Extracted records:
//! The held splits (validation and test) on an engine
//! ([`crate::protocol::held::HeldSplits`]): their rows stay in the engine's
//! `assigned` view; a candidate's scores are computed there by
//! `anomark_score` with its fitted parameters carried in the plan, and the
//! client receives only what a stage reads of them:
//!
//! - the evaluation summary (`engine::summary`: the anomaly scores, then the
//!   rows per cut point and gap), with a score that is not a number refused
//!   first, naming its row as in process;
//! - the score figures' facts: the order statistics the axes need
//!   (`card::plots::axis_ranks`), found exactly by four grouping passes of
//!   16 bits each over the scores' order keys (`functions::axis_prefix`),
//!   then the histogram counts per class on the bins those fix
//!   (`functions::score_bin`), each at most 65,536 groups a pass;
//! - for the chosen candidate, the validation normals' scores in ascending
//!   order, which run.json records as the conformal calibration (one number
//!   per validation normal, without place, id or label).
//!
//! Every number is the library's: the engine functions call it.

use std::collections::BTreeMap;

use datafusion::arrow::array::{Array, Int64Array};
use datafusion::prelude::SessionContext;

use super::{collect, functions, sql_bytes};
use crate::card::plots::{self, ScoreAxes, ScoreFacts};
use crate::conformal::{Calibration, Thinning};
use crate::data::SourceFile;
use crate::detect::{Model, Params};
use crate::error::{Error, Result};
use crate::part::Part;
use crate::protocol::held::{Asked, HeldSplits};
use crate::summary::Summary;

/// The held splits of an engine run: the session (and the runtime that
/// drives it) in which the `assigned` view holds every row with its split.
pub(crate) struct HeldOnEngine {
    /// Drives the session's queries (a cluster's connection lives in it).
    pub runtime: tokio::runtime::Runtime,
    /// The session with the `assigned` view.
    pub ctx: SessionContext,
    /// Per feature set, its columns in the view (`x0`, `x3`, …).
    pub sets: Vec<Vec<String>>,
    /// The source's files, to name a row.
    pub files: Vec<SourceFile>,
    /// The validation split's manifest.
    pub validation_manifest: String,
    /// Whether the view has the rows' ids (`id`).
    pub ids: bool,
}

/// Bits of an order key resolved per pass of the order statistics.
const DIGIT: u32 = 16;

What is needed: Restate each record word for word.

Exercise response:
//! The held splits (validation and test) on an engine
//! ([`crate::protocol::held::HeldSplits`]): their rows stay in the engine's
//! `assigned` view; a candidate's scores are computed there by
//! `anomark_score` with its fitted parameters carried in the plan, and the
//! client receives only what a stage reads of them:
//!
//! - the evaluation summary (`engine::summary`: the anomaly scores, then the
//!   rows per cut point and gap), with a score that is not a number refused
//!   first, naming its row as in process;
//! - the score figures' facts: the order statistics the axes need
//!   (`card::plots::axis_ranks`), found exactly by four grouping passes of
//!   16 bits each over the scores' order keys (`functions::axis_prefix`),
//!   then the histogram counts per class on the bins those fix
//!   (`functions::score_bin`), each at most 65,536 groups a pass;
//! - for the chosen candidate, the validation normals' scores in ascending
//!   order, which run.json records as the conformal calibration (one number
//!   per validation normal, without place, id or label).
//!
//! Every number is the library's: the engine functions call it.

use std::collections::BTreeMap;

use datafusion::arrow::array::{Array, Int64Array};
use datafusion::prelude::SessionContext;

use super::{collect, functions, sql_bytes};
use crate::card::plots::{self, ScoreAxes, ScoreFacts};
use crate::conformal::{Calibration, Thinning};
use crate::data::SourceFile;
use crate::detect::{Model, Params};
use crate::error::{Error, Result};
use crate::part::Part;
use crate::protocol::held::{Asked, HeldSplits};
use crate::summary::Summary;

/// The held splits of an engine run: the session (and the runtime that
/// drives it) in which the `assigned` view holds every row with its split.
pub(crate) struct HeldOnEngine {
    /// Drives the session's queries (a cluster's connection lives in it).
    pub runtime: tokio::runtime::Runtime,
    /// The session with the `assigned` view.
    pub ctx: SessionContext,
    /// Per feature set, its columns in the view (`x0`, `x3`, …).
    pub sets: Vec<Vec<String>>,
    /// The source's files, to name a row.
    pub files: Vec<SourceFile>,
    /// The validation split's manifest.
    pub validation_manifest: String,
    /// Whether the view has the rows' ids (`id`).
    pub ids: bool,
}

/// Bits of an order key resolved per pass of the order statistics.
const DIGIT: u32 = 16;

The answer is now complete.